• _ACTION ITEM_:
Keep only the lines from the top of the listing through the one with "the published rating.", and reproduce them unaltered.

────────────────

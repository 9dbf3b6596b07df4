// How a comparison's certainty was reached, as arithmetic a reader can add up (METHODS.md §8 step 5):
// the direct certainty and its steps, the indirect certainty and its loop, which one the network
// estimate started from, then its own steps down to the published rating.
import { useTranslation } from "react-i18next";
import type { ComparisonOutcomeView } from "#core/publication/brief-page";
import { useIntl } from "../i18n";

type Path = NonNullable<ComparisonOutcomeView["path"]>;

export function CertaintyPath({ outcome, names }: { outcome: ComparisonOutcomeView; names: { treatment: string; comparator: string } }) {
  const { t } = useTranslation();
  const intl = useIntl();
  const path = outcome.path;
  if (!path) return null;
  // Inside a sentence the rating reads in lower case ("Direct certainty: moderate.").
  const rating = (r: Path["rating"]) => t(`certainty.rating.${r}`).toLocaleLowerCase(intl.locale);
  const steps = (list: Path["steps"]) => list.map((step) => <li key={step.domainKey}>{t("compare.downgraded", { domain: t(step.domainKey), count: step.levels })}</li>);
  const { indirect } = path;
  return (
    <section className="mt-6 font-sans text-sm" data-testid="certainty-path">
      <h3 className="font-semibold">{t("compare.path.title")}</h3>
      <ol className="mt-2 space-y-3">
        <li data-testid="path-direct">
          <span className="font-semibold">{t("compare.path.direct")}</span>
          <ul className="mt-1 list-disc space-y-0.5 ps-6">
            {path.direct ? (
              <>
                <li>{t("compare.path.startHigh")}</li>
                {steps(path.direct.steps)}
                <li>{t("compare.path.directRating", { rating: rating(path.direct.rating) })}</li>
              </>
            ) : (
              <li>{outcome.direct ? t("compare.path.directUnrated") : t("compare.path.noDirect")}</li>
            )}
          </ul>
        </li>
        <li data-testid="path-indirect">
          <span className="font-semibold">{t("compare.path.indirect")}</span>
          <ul className="mt-1 list-disc space-y-0.5 ps-6">
            {indirect ? (
              <>
                <li>
                  {indirect.via === null
                    ? t("compare.path.setByAnalysts")
                    : indirect.sides
                      ? t("compare.path.loop", { via: indirect.via.name, ...names, first: rating(indirect.sides[0]), second: rating(indirect.sides[1]) })
                      : t("compare.path.loopShort", { via: indirect.via.name })}
                  {indirect.reason ? ` ${indirect.reason}` : null}
                </li>
                {steps(indirect.steps)}
                <li>{t("compare.path.indirectRating", { rating: rating(indirect.rating) })}</li>
              </>
            ) : (
              <li>{t("compare.path.noIndirect")}</li>
            )}
          </ul>
        </li>
        <li data-testid="path-network">
          <span className="font-semibold">{t("compare.path.network")}</span>
          <ul className="mt-1 list-disc space-y-0.5 ps-6">
            <li>
              {path.took === "direct"
                ? t("compare.path.tookDirect", { rating: rating(path.direct?.rating ?? path.rating) })
                : t("compare.path.tookIndirect", { rating: rating(indirect?.rating ?? path.rating) })}
            </li>
            {steps(path.steps)}
            <li className="font-semibold">{t("compare.path.published", { rating: rating(path.rating) })}</li>
          </ul>
        </li>
      </ol>
    </section>
  );
}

────────────────

• _PROBLEM SOLUTION_:
repository 9dbf3b6596b07df4
// How a comparison's certainty was reached, as arithmetic a reader can add up (METHODS.md §8 step 5):
// the direct certainty and its steps, the indirect certainty and its loop, which one the network
// estimate started from, then its own steps down to the published rating.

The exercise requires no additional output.